Now that the Cup has come to a close, I'd like to thanks everyone who contributed to this thread. It was great sharing ideas with you all for the past month, and hopefully we will do this again in 4 years.

Cheers!


----------



## Ruavel (Jul 10, 2006)

Klaus said:
			
		

> Now that the Cup has come to a close, I'd like to thanks everyone who contributed to this thread.



Likewise... 

Hope I didn't annoy anyone by being OVERLY opinionated... 

now I just wish they'd hurry up and name the Golden Ball recipient...


----------



## Jdvn1 (Jul 10, 2006)

Ruavel said:
			
		

> now I just wish they'd hurry up and name the Golden Ball recipient...

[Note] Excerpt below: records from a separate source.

def print_setup(ws: Worksheet, *, landscape: bool, title_rows: str | None) -> None:
    ws.page_setup.orientation = "landscape" if landscape else "portrait"
    ws.page_setup.fitToWidth = 1
    ws.page_setup.fitToHeight = 0
    ws.sheet_properties.pageSetUpPr.fitToPage = True
    ws.print_options.horizontalCentered = True
    ws.page_margins.left = ws.page_margins.right = 0.5
    ws.oddFooter.right.text = "&A, page &P of &N"
    ws.oddFooter.left.text = "Engineering aid: verify before work"
    for part in (ws.oddFooter.left, ws.oddFooter.center, ws.oddFooter.right):
        part.size = 7  # small enough that the three parts never meet
    if title_rows:
        ws.print_title_rows = title_rows


def _header_text(text: str) -> str:
    # '&' starts a header code in a spreadsheet's page header; a schedule's own line break
    # would add a line the header's margin has no room for
    return " ".join(text.replace("&", "&&").split())


class PageHeaderLines(HeaderFooterItem):
    """A page header or footer whose line breaks reach the file as line breaks. openpyxl writes
    a line break in header text as the escape ``_x000a_``, which is for cell text only: a
    spreadsheet program prints it as it stands (LibreOffice does). Excel and LibreOffice both
    write a header's line break as a plain newline in the XML, so that is what goes out."""

    def to_tree(self, tagname: str) -> Any:
        element = super().to_tree(tagname)
        if element.text:
            element.text = element.text.replace("_x000a_", "\n")
        return element


def running_header(ws: Worksheet, panel: Panel) -> None:
    """Every printed page's header, two short lines a side: the project over the panel and its
    system (the high leg named on a high-leg delta panel) on the left, the date over the
    revision on the right."""
    project, _ = title_block(panel.header)
    header = PageHeaderLines()
    # the size code is followed by a space that prints: the second line starts with one too
    header.left.text = "\n ".join(
        _header_text(line) for line in (project, f"Panel {panel.name}: {panel.system.label()}")
    )
    header.right.text = "\n".join(
        _header_text(line)
        for line in (
            f"Date: {panel.header.date or 'not given'}",
            f"Revision: {panel.header.revision_text()}",
        )
    )
    for part in (header.left, header.right):
        part.size = 7
    ws.HeaderFooter.oddHeader = header
    ws.page_margins.top = max(ws.page_margins.top, 0.9)
    ws.page_margins.header = 0.3


WIDTH_MAX = 60.0  # characters; longer text is wrapped or merged, never a column this wide


def _shown_width(cell: Any) -> float:
    """About how many characters wide a cell's value shows, at its number format."""
    value = cell.value
    if value is None:
        return 0.0
    if isinstance(value, bool) or not isinstance(value, (int, float)):
        text = str(value)
    else:
        places = 2 if "0.0" in str(cell.number_format) else 0
        unit = re.search(r'"([^"]*)"', str(cell.number_format))  # a unit the format adds
        text = f"{value:,.{places}f}" + (unit.group(1) if unit else "")
    bold = 1.1 if cell.font is not None and cell.font.b else 1.0
    return len(text) * bold


def pad_text(ws: Worksheet) -> None:
    """Text right after a number is set in by one indent, and so is the rest of its column's
    text: the number is flush right in its column, so without it the two read as one
    ("1,080Reception receptacles")."""

    def plain(cell: Any) -> bool:
        align = cell.alignment
        return (
            isinstance(cell.value, str)
            and cell.fill != _HEAD_FILL
            and not align.wrap_text
            and align.horizontal in (None, "general", "left")
        )

    columns = set()
    for row in ws.iter_rows(min_col=2):
        for cell in row:
            left = ws.cell(row=cell.row, column=cell.column - 1).value
            if plain(cell) and isinstance(left, (int, float)) and not isinstance(left, bool):
                columns.add(cell.column)
    for column in columns:
        for (cell,) in ws.iter_rows(min_col=column, max_col=column):
            if plain(cell):
                # an indent counts only on left-aligned text (not on "general")
                align = cell.alignment
                cell.alignment = Alignment(horizontal="left", vertical=align.vertical, indent=1)


def fit_columns(ws: Worksheet) -> None:
    """Widen each column to its widest cell (a header to its longest word, since headers
    wrap) so no text runs into the next column; wrapped and merged cells, and a sheet's
    one-cell title rows, keep the width they were given."""
    merged = {
        (r, c)
        for area in ws.merged_cells.ranges
        for r in range(area.min_row, area.max_row + 1)
        for c in range(area.min_col, area.max_col + 1)
    }
    need: dict[int, float] = {}
    for row in ws.iter_rows():
        filled = [cell for cell in row if cell.value is not None]
        if (
            len(filled) <= 1
            and filled
            and filled[0].column == 1
            and isinstance(filled[0].value, str)
        ):
            continue  # a title or a note across the sheet
        for cell in filled:
            if (cell.row, cell.column) in merged:
                continue
            if cell.alignment is not None and cell.alignment.wrap_text:
                if cell.fill == _HEAD_FILL:
                    longest = max((len(w) for w in str(cell.value).split()), default=0)
                    width = longest * 1.15 + 2
                else:
                    continue
            else:
                width = _shown_width(cell) + 2 + 2 * (cell.alignment.indent or 0)
            need[cell.column] = max(need.get(cell.column, 0.0), min(width, WIDTH_MAX))
    for column, width in need.items():
        dimension = ws.column_dimensions[get_column_letter(column)]
        if (dimension.width or 0) < width:
            dimension.width = width
    _header_heights(ws)


def _header_heights(ws: Worksheet) -> None:
    """Header rows tall enough for their wrapped titles (a spreadsheet does not always grow
    them by itself)."""
    for row in ws.iter_rows():
        lines = 1
        for cell in row:
            if cell.value is None or cell.fill != _HEAD_FILL:
                continue
            width = ws.column_dimensions[get_column_letter(cell.column)].width or 10
            lines = max(lines, math.ceil(len(str(cell.value)) * 1.15 / max(width - 1, 1)))
        if lines > 1:
            height = ws.row_dimensions[row[0].row].height or 15
            ws.row_dimensions[row[0].row].height = max(height, 15 * lines + 2)


def _widths(ws: Worksheet, widths: Sequence[float]) -> None:
    for i, width in enumerate(widths, start=1):
        ws.column_dimensions[get_column_letter(i)].width = width


def _spaces_text(spaces: Sequence[int]) -> str:
    """Space numbers; a circuit with none before balancing is a new breaker to install."""
    return ", ".join(str(s) for s in spaces) if spaces else "new"


def _lines_text(lines: Sequence[str]) -> str:
    return "-".join(lines) if lines else ""


def _main_text(panel: Panel) -> float | str | None:
    if panel.main_a is not None:
        return panel.main_a
    return "MLO" if getattr(panel, "main_lugs_only", False) else None


def header_values(header: PanelHeader) -> list[tuple[str, Any, str | None]]:
    """The title block's data as (Panel-sheet label, value, number format), in the order of
    :data:`balancer.io.columns.PANEL_KEYS`; what the reader takes back unchanged."""
    from balancer.io.columns import PANEL_BY_KEY

    rows: list[tuple[str, Any, str | None]] = []
    for key in HEADER_KEYS:
        value = getattr(header, key)
        if key == "isolated_ground":
            value = _flag_text(value)
        rows.append((PANEL_BY_KEY[key].label, value, "0.0##" if key == "sccr_ka" else "0"))
    return rows


HEADER_KEYS = (
    "location",
    "fed_from",
    "feeder",
    "mounting",
    "enclosure",
    "sccr_ka",
    "neutral_pct",
    "ground_bus",
    "isolated_ground",
    "project",
    "date",
    "revision",
    "balanced",
)


def header_facts(header: PanelHeader, *, neutral: bool = True) -> list[tuple[str, str]]:
    """The title block as a reader sees it, with units: ("SCCR", "22 kA") …; blanks say
    'not given' so a missing rating is seen as missing. A panel without a neutral (``neutral``
    false) has no neutral bus row unless the schedule gives one."""
    ground = header.ground_bus or "not given"
    if header.isolated_ground is not None:
        bar = "with isolated ground bar" if header.isolated_ground else "no isolated ground bar"
        ground = f"{header.ground_bus}, {bar}" if header.ground_bus else bar
    rows = [
        ("Location", header.location),
        ("Fed from", header.fed_from),
        ("Feeder", header.feeder),
        ("Mounting", header.mounting),
        ("Enclosure", header.enclosure),
        ("SCCR", f"{header.sccr_ka:,.4g} kA" if header.sccr_ka else ""),
        ("Neutral bus", f"{header.neutral_pct:g} %" if header.neutral_pct else ""),
        ("Ground bus", ground),
    ]
    if not neutral and header.neutral_pct is None:
        rows = [row for row in rows if row[0] != "Neutral bus"]
    return [(label, value or "not given") for label, value in rows]


def title_block(header: PanelHeader) -> tuple[str, str]:
    """("Project: …", "Date: …   Revision: …") as every page's running header shows them; a
    revised schedule's revision carries the date it was balanced."""
    project = f"Project: {header.project or 'not given'}"
    return project, f"Date: {header.date or 'not given'}   Revision: {header.revision_text()}"


def revised_header(panel: Panel, balanced_on: str | None = None) -> PanelHeader:
    """The revised schedule's title block: the schedule's own, with the date it was balanced
    (today unless given)."""
    import datetime

    on = balanced_on or datetime.date.today().isoformat()
    return replace(panel.header, balanced=on)


def _panel_facts(panel: Panel) -> list[tuple[str, Any, str | None]]:
    main = _main_text(panel)
    neutral = panel.system.neutral
    return [
        ("Panel", panel.name, None),
        ("System", panel.system.label(), None),
        ("Spaces", panel.spaces, "0"),
        ("Bus rating", panel.bus_a, '#,##0" A"'),
        ("Main", "main lugs only" if main == "MLO" else main, '#,##0" A"'),
        *((label, value, None) for label, value in header_facts(panel.header, neutral=neutral)),
        ("Project", panel.header.project or "not given", None),
        ("Date", panel.header.date or "not given", None),
        ("Revision", panel.header.revision_text(), None),
        ("Source", panel.source or "", None),
    ]


def panel_title_rows(panel: Panel) -> list[tuple[str, Any]]:
    """(label, value) rows above a schedule's header that the reader takes the panel's
    attributes from; bus and main only when known."""
    rows: list[tuple[str, Any]] = [
        ("Panel", panel.name),
        ("System", panel.system.designation),
        ("Spaces", panel.spaces),
    ]
    if panel.bus_a is not None:
        rows.append(("Bus", panel.bus_a))
    main = _main_text(panel)
    if main is not None:
        rows.append(("Main", main))
    rows += [(label, value) for label, value, _ in header_values(panel.header) if value]
    return rows


def _panel_sheet(ws: Worksheet, panel: Panel) -> None:
    """Key/value rows the reader takes the panel's attributes from."""
    ws.title = PANEL_SHEET
    _header(ws, 1, ["Attribute", "Value"])
    rows: list[tuple[str, Any, str | None]] = [
        ("Name", panel.name, None),
        ("System", panel.system.designation, None),
        ("Spaces", panel.spaces, "0"),
        ("Bus", panel.bus_a, "0"),
        ("Main", _main_text(panel), "0"),
        *header_values(panel.header),
    ]
    for row, (label, value, fmt) in enumerate(rows, start=2):
        _put(ws, row, 1, label)
        _put(ws, row, 2, value, fmt)
        ws.cell(row=row, column=2).alignment = Alignment(horizontal="left")
    ws.cell(row=len(rows) + 3, column=1, value=panel.system.label())
    _widths(ws, [20, max(24, *(len(str(v)) + 3 for _, v, _ in rows if v is not None))])
    print_setup(ws, landscape=True, title_rows=None)  # room for the running header


# --- sheets -----------------------------------------------------------------------------------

I thought it just automatically goes to the top scorer--Klose.


----------



## Jdvn1 (Jul 10, 2006)

Klaus said:
			
		

> This match was a snapshot of the entire World Cup...
> 
> Nearly all teams, as soon as they managed to get 1-0 on the socre, retreated to defend that meager advantage. Too much defensiveness, not enough seeking of the goal



Maybe I'm missing your point, but France only had a lead for... what, ten minutes? Most of the game, both sides were seeking scores.


			
				Klaus said:
			
		

> Now that the Cup has come to a close, I'd like to thanks everyone who contributed to this thread. It was great sharing ideas with you all for the past month, and hopefully we will do this again in 4 years.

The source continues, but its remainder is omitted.